Seeing your face makes me want to punch a wall and/or throw up. Actually both. You absolutely disgust me (and everyone else too except the person you treat the worst to so that person is an idiot but that’s not the point here). I know it’s been months since I first felt this way about you but every time I see your face in pictures, I cringe and think how in the world you can think you’re so good looking when you’re not and why you think so highly of yourself. I can’t name one single good quality about you. Not one. You’re simply an asshole, and if I ever get the chance to say this in person, I will.
A guinea pig. Or a chinchilla. Or a bunny. But realistically, a guinea pig.
Next time I go home, I’m asking my mom if I can get one, and she’ll probably say no, and I’ll probably still get one anyways because I know she’ll fall in love with it.

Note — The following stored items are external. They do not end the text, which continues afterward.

@pytest.mark.parametrize(
    ("fault", "code", "says"),
    [
        (MeshError("the layer is too thin"), 3, "the layer is too thin"),
        (ConvergenceError("states are missing"), 4, "states are missing"),
        (ZeroDivisionError("two\nlines"), 1, "internal fault"),
        (MemoryError(), 1, "out of memory"),
        (KeyboardInterrupt(), 130, "interrupted"),
        (OSError(errno.ENOSPC, "No space left on device"), 2, "disk is full"),
        (OSError("libGLU.so.1: cannot open shared object file: No such file or directory"), 1, "libglu1-mesa"),
    ],
)
def test_each_fault_has_its_code(
    here: Path, monkeypatch: pytest.MonkeyPatch, fault: BaseException, code: int, says: str
) -> None:
    monkeypatch.delenv("WIRESOLVE_DEBUG", raising=False)
    fail_with(monkeypatch, fault)
    result = run("solve", "wire.toml", "--out", "out")
    assert (result.exit_code, result.stdout) == (code, "")
    assert len(result.stderr.strip().splitlines()) == 1
    assert says in result.stderr
    assert left(here) == ["wire.toml"]


def test_debugging_shows_where_a_fault_arose(here: Path, monkeypatch: pytest.MonkeyPatch) -> None:
    fail_with(monkeypatch, ZeroDivisionError("oops"))
    monkeypatch.setenv("WIRESOLVE_DEBUG", "1")
    result = run("solve", "wire.toml")
    assert result.exit_code == 1
    assert "Traceback" in result.stderr
    assert result.stderr.strip().splitlines()[-1].startswith("wiresolve: error: internal fault")


def test_solve_answers_and_writes(here: Path) -> None:
    result = run("solve", "wire.toml")
    assert (result.exit_code, result.stderr) == (0, "")
    assert left(here) == ["results", "wire.toml"]
    assert left(here / "results") == ["wire"]
    target = here / "results" / "wire"
    assert left(target) == ["figures", "input.toml", "modes.vtu", "result.json", "subbands.csv"]
    data = json.loads((target / "result.json").read_text())
    # The first zero of J_0 is 2.404825557695773; hbar^2 / 2 m0 = 0.0380998 eV nm^2, the wall at 5 nm.
    exact = 0.038099821 / (0.05 * 25) * 2.404825557695773**2
    assert data["subbands"][0]["energy_eV"] == pytest.approx(exact, abs=1e-4)
    assert data["verdict"]["text"].split()[:4] == result.stdout.split("\n", 1)[1].split()[:4]
    assert "results/wire" in result.stdout
    assert ws.load(target / "input.toml").digest == ws.load(here / "wire.toml").digest
    again = run("solve", "wire.toml", "--accuracy", "1 meV", "--no-figures")
    assert again.exit_code == 0
    assert left(target) == ["input.toml", "modes.vtu", "result.json", "subbands.csv"]
    assert ws.load(target / "input.toml").accuracy.energy_eV == 1e-3


def test_json_is_the_file(here: Path) -> None:
    result = run("solve", "wire.toml", "--out", "out", "--json", "--no-figures")
    assert (result.exit_code, result.stderr) == (0, "")
    assert result.stdout == (here / "out" / "result.json").read_text()


def test_quiet_says_nothing(here: Path, monkeypatch: pytest.MonkeyPatch) -> None:
    answer_with(monkeypatch, lambda: core_shell_result(1))
    result = run("solve", "wire.toml", "--quiet", "--no-figures")
    assert (result.exit_code, result.stdout, result.stderr) == (0, "", "")
    assert (here / "results" / "wire" / "result.json").is_file()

I want one now though. :(
- Cleaned up the apartment, including my room, and vacuumed for the first time since moving in
- Cooked like 3 days worth of shrimp pesto pasta
- Watched 3? episodes of Breaking Bad and caught up (omg the last episode wtfffff)
- Painted my nails
- Watched over an hour’s worth of Youtube videos about skincare
- Restarted my Luuux account
- Taught myself how to photoshop the glare off of glasses (so proud of myself bc I couldn’t find a tutorial online since it’s so difficult to do but I took about an hour or so so blegh)
- Edited and uploaded the rest of my summer photos
- Organized my shoes (which surprisingly took like half an hour)
- Napped…a lot
“So completely fucked” is an understatement of these next 2 weeks. Can’t even celebrate my 21st because of tests. It’s too early to be having hell weeks. Damn you, pharmacy school!
Preparing myself for lots of study munchies, sleepless nights, and living at the school all over again.
Lost 2-3 pounds since the last time I weighed myself (about a month ago)! Good news since I haven’t really been working out and I’ve been eating somewhat unhealthy. I was actually expecting to gain that much.
Need to lose that much again to get to where I started before pharmacy school began. Goal is to lose a total of 7-8 pounds by the end of the semester.
Yesterday, we had homework and already learned how to do cholesterol/glucose testing with lancets (whoever said finger pricking doesn’t hurt was lying). Today, we have a quiz.
21 hours of classes…it’s going to be a longgggggg semester.